The way it works is simple. The scheme calculates the tax due and pays it to the Inland Revenue. The payment is set against the member’s eventual benefits, either by a deduction from the defined contribution pot or as an earmarked deduction from the promised guaranteed pension.

What Scheme Pays offers a cash-strapped Chancellor  is the opportunity to get the Treasury round its  two principal implementation issues.

Firstly it takes the strain off payroll. The  administration of Scheme Pays falls to the Scheme not PAYE. If payroll is no problem, changes can be made quickly

Secondly, (and more significantly), it allows all pensions contributions to be treated as a benefit in kind – without impacting take home pay. If people feel no pressure from the pay-packet, back bench opposition should dissipate. Just as Scheme Pays provides a golden key to implementation, so it tackles the wider issues relating to pension reward .

On the downside, the taxation of the employer’s contribution presents problems of valuation that would need to be addressed by enhanced GAD conversion factors.  And it will need some extra administration for schemes. But these are hardly insuperable obstacles.

Of more moment, Scheme Pays opens doors to a holistic approach to pension taxation which closes doors on abuse. Taxing employer and employee contributions as one benefit in kind , reduces the advantage of swapping salary for pensions.  Making pension contributions subject to national insurance would fully close the door.

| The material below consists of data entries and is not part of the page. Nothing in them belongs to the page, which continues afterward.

// src/metrics/kernels/lanczos.ts
function dot2(a, ao, b, bo, n) {
  let s = 0;
  for (let i = 0; i < n; i++) s += a[ao + i] * b[bo + i];
  return s;
}
function axpy(w, c, V, off, n) {
  for (let i = 0; i < n; i++) w[i] -= c * V[off + i];
}
function norm(w, n) {
  return Math.sqrt(dot2(w, 0, w, 0, n));
}
function orthogonalize(w, V, stride, n, upTo, defl, dc, coeff, ref = norm(w, n)) {
  for (let pass = 0; pass < 2; pass++) {
    if (pass === 1 && norm(w, n) > 0.7071 * ref) break;
    for (let k = 0; k < dc; k++) {
      const c = dot2(defl, k * n, w, 0, n);
      axpy(w, c, defl, k * n, n);
    }
    let l = 0;
    for (; l + 4 <= upTo; l += 4) {
      const o0 = l * stride;
      const o1 = o0 + stride;
      const o2 = o1 + stride;
      const o3 = o2 + stride;
      let c0 = 0;
      let c1 = 0;
      let c2 = 0;
      let c3 = 0;
      for (let i = 0; i < n; i++) {
        const x = w[i];
        c0 += V[o0 + i] * x;
        c1 += V[o1 + i] * x;
        c2 += V[o2 + i] * x;
        c3 += V[o3 + i] * x;
      }
      for (let i = 0; i < n; i++) w[i] -= c0 * V[o0 + i] + c1 * V[o1 + i] + c2 * V[o2 + i] + c3 * V[o3 + i];
      if (coeff) {
        coeff[l] += c0;
        coeff[l + 1] += c1;
        coeff[l + 2] += c2;
        coeff[l + 3] += c3;
      }
    }
    for (; l < upTo; l++) {
      const c = dot2(V, l * stride, w, 0, n);
      if (coeff) coeff[l] += c;
      axpy(w, c, V, l * stride, n);
    }
  }
}
function createLanczos(capacity, maxCount, basis = 24) {
  const m0 = Math.max(basis, 2 * maxCount + 8);
  const stride = Math.max(1, capacity);
  const V = new Float64Array(m0 * stride);
  const w = new Float64Array(stride);
  const tmp = new Float64Array(m0 * stride);
  const H = new Float64Array(m0 * m0);
  const Y = new Float64Array(m0 * m0);
  const theta = new Float64Array(m0);
  const scratch = new Float64Array(m0);
  const h = new Float64Array(m0);
  const views = Array.from({ length: m0 }, (_, i) => V.subarray(i * stride, (i + 1) * stride));
  const result = {
    values: new Float64Array(maxCount),
    vectors: new Float64Array(maxCount * stride),
    stride,
    found: 0,
    applications: 0,
    converged: false
  };
  return {
    result,
    solve(op, req) {
      const n = op.n;
      const dc = req.deflationCount ?? 0;
      const defl = req.deflation;
      const space = n - dc;
      const count = Math.min(req.count, Math.max(0, space), maxCount);
      const tol = req.tol ?? 1e-10;
      const floor = 1e-14 * Math.max(op.normBound, 1e-300);
      const maxApps = req.maxApplications ?? Math.max(2e3, 60 * n);
      result.found = 0;
      result.applications = 0;
      result.converged = true;
      if (count <= 0) return result;
      const m = Math.min(m0, space);
      const keep = Math.min(m - 1, Math.max(count + 2, m >> 1));
      const largest = req.which === "largest";
      let salt = 1;
      const keys = req.keys ?? null;
      if (req.start) for (let i = 0; i < n; i++) w[i] = req.start[i];
      else for (let i = 0; i < n; i++) w[i] = noise(keys ? keys[i] : i, 24301);
      orthogonalize(w, V, stride, n, 0, defl, dc, null);
      let beta = norm(w, n);
      if (!(beta > 1e-8)) {
        for (let i = 0; i < n; i++) w[i] = noise(keys ? keys[i] : i, 24301 + salt++);
        orthogonalize(w, V, stride, n, 0, defl, dc, null);
        beta = norm(w, n);
      }
      for (let i = 0; i < n; i++) V[i] = w[i] / beta;
      H.fill(0, 0, m * m);
      let j = 0;
      let apps = 0;
      let betaPrev = 0;
      for (; ; ) {
        let residual = 0;
        for (let i = j; i < m; i++) {
          op.apply(views[i], w);
          apps++;
          h.fill(0, 0, i + 1);
          if (i === j && j > 0) {
            for (let k = 0; k < j; k++) {
              const c = H[k * m + j];
              h[k] = c;
              if (c !== 0) axpy(w, c, V, k * stride, n);
            }
          } else if (i > 0 && betaPrev !== 0) {
            h[i - 1] = betaPrev;
            axpy(w, betaPrev, V, (i - 1) * stride, n);
          }
          const alpha = dot2(V, i * stride, w, 0, n);
          h[i] += alpha;
          axpy(w, alpha, V, i * stride, n);
          orthogonalize(w, V, stride, n, i + 1, defl, dc, h);
          for (let l = 0; l <= i; l++) {
            H[l * m + i] = h[l];
            H[i * m + l] = h[l];
          }
          beta = norm(w, n);
          residual = beta;
          betaPrev = beta;
          if (i + 1 < m) {
            if (beta <= 1e-10 * Math.max(op.normBound, 1)) {
              for (let t = 0; t < n; t++) w[t] = noise(keys ? keys[t] : t, 24301 + salt++);
              orthogonalize(w, V, stride, n, i + 1, defl, dc, null);
              beta = norm(w, n);
              betaPrev = 0;
              H[(i + 1) * m + i] = 0;
              H[i * m + i + 1] = 0;
            }
            const off2 = (i + 1) * stride;
            const inv = 1 / beta;
            for (let t = 0; t < n; t++) V[off2 + t] = w[t] * inv;
          }
        }
        Y.set(H.subarray(0, m * m));
        symmetricEigen(Y, m, theta, scratch);
        const exact = m === space;
        let allConverged = true;
        for (let k = 0; k < count; k++) {
          const col = largest ? m - 1 - k : k;
          const bound = Math.max(tol * Math.abs(theta[col]), floor);
          if (!exact && residual * Math.abs(Y[(m - 1) * m + col]) > bound) allConverged = false;
        }
        if (allConverged || apps >= maxApps) {
          result.converged = allConverged;
          for (let k = 0; k < count; k++) {
            const col = largest ? m - 1 - k : k;
            result.values[k] = theta[col];
            const out = k * stride;
            result.vectors.fill(0, out, out + n);
            for (let l = 0; l < m; l++) {
              const y = Y[l * m + col];
              const off2 = l * stride;
              for (let t = 0; t < n; t++) result.vectors[out + t] += y * V[off2 + t];
            }
          }
          result.found = count;
          result.applications = apps;
          return result;
        }
        for (let k = 0; k < keep; k++) {
          const col = largest ? m - 1 - k : k;
          const out = k * stride;
          tmp.fill(0, out, out + n);
          for (let l = 0; l < m; l++) {
            const y = Y[l * m + col];
            if (y === 0) continue;
            const off2 = l * stride;
            for (let t = 0; t < n; t++) tmp[out + t] += y * V[off2 + t];
          }
        }
        V.set(tmp.subarray(0, keep * stride));
        H.fill(0, 0, m * m);
        for (let k = 0; k < keep; k++) {
          const col = largest ? m - 1 - k : k;
          H[k * m + k] = theta[col];
          const c = residual * Y[(m - 1) * m + col];
          H[k * m + keep] = c;
          H[keep * m + k] = c;
        }
        orthogonalize(w, V, stride, n, keep, defl, dc, null);
        beta = norm(w, n);
        if (!(beta > 1e-300)) {
          for (let t = 0; t < n; t++) w[t] = noise(keys ? keys[t] : t, 24301 + salt++);
          orthogonalize(w, V, stride, n, keep, defl, dc, null);
          beta = norm(w, n);
        }
        const off = keep * stride;
        for (let t = 0; t < n; t++) V[off + t] = w[t] / beta;
        j = keep;
      }
    }
  };
}

// src/metrics/kernels/extremal-eigen.ts
function createExtremalSolver(g, kind, denseLimit, warmStart) {
  const limit = Math.min(g.n, denseLimit);
  const fiedler = kind === "fiedler";
  const dense = createDenseSpectrum(limit);
  const lanczos = createLanczos(fiedler ? 0 : g.n, 1);
  const plain = createExtremalLanczos(fiedler ? g.n : 0);
  const op = fiedler ? createLaplacianOperator() : createAdjacencyOperator();
  const one = new Float64Array(fiedler ? g.n : 0);
  const previous = new Float64Array(warmStart && !fiedler ? g.n : 0);
  const start = new Float64Array(warmStart && !fiedler ? g.n : 0);
  let hasPrevious = false;
  return (part, keys) => {
    const n = part.n;
    if (n <= limit) {
      const d = fiedler ? dense.laplacian(part) : dense.adjacency(part);
      return fiedler ? d[1] : d[n - 1];
    }
    op.bind(part);
    if (fiedler) {
      one.fill(1 / Math.sqrt(n), 0, n);
      return plain.solve(op, { which: "smallest", deflate: one, keys }).value;
    }
    const warm = warmStart && hasPrevious;
    if (warm) for (let i = 0; i < n; i++) start[i] = previous[part.toOriginal[i]];
    const r = lanczos.solve(op, { which: "largest", count: 1, start: warm ? start : null, keys });
    if (warmStart) {
      previous.fill(0);
      for (let i = 0; i < n; i++) previous[part.toOriginal[i]] = r.vectors[i];
      hasPrevious = true;
    }
    return r.values[0];
  };
}

// src/metrics/kernels/work-count.ts
var kernelWork = { visits: 0, wordVisits: 0 };
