// A Topology written in our own format (the JSON spelling of .net.yaml), for conversion and
// for gating designs that were built in code. Everything netbrace models is written: ids,
// labels, kinds, coordinates, hardened flags, lengths, latencies, capacities, weights, risk
// groups, demands, the latency budget and the network's name; other attributes are not.

import type { Topology } from './model.js';

/** Our format as a JSON document (stable key order, two-space indent, final newline). */
export function writeNativeJson(t: Topology): string {
  const doc: Record<string, unknown> = {};
  if (t.name !== undefined || t.description !== undefined) {
    doc.network = { ...(t.name !== undefined ? { name: t.name } : {}), ...(t.description !== undefined ? { description: t.description } : {}) };
  }
  doc.nodes = t.nodes.map((n) => ({
    id: n.id,
    ...(n.label !== undefined ? { label: n.label } : {}),
    ...(n.kind !== undefined ? { kind: n.kind } : {}),
    ...(n.lat !== undefined && n.lon !== undefined ? { site: { lat: n.lat, lon: n.lon } } : {}),
    ...(n.hardened ? { hardened: true } : {}),
  }));
  doc.links = t.links.map((l) => ({
    between: [l.source, l.target],
    id: l.id,
    ...(l.length !== undefined ? { length_km: l.length } : {}),
    ...(l.weight !== undefined ? { weight: l.weight } : {}),
    ...(l.latency !== undefined ? { latency_ms: l.latency } : {}),
    ...(l.capacity !== undefined ? { capacity_gbps: l.capacity } : {}),
    ...(l.riskGroups.length > 0 ? { risk_groups: [...l.riskGroups] } : {}),
    ...(l.hardened ? { hardened: true } : {}),
  }));
  if (t.riskGroups.length > 0) doc.risk_groups = t.riskGroups.map((r) => ({ id: r.id, ...(r.description !== undefined ? { description: r.description } : {}) }));
  if (t.demands.length > 0) doc.demands = t.demands.map((d) => ({ between: [d.source, d.target], volume: d.volume }));
  if (t.latencyBudget !== undefined) doc.latency_budget = t.latencyBudget;
  return `${JSON.stringify(doc, null, 2)}\n`;
}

There is potential  to radically reform the tax treatment of pensions. The impact of abolishing tax relief is to immediately free up £35bn of revenues to plug the deficit and to target savings incentives on those most needing help.

We think parochially about pensions and Chancellors look at a bigger picture. We have been warned to expect the unexpected. While the thoughts in this article are no more than speculation, they demonstrate the scope the Chancellor has not just to think but realise the unthinkable.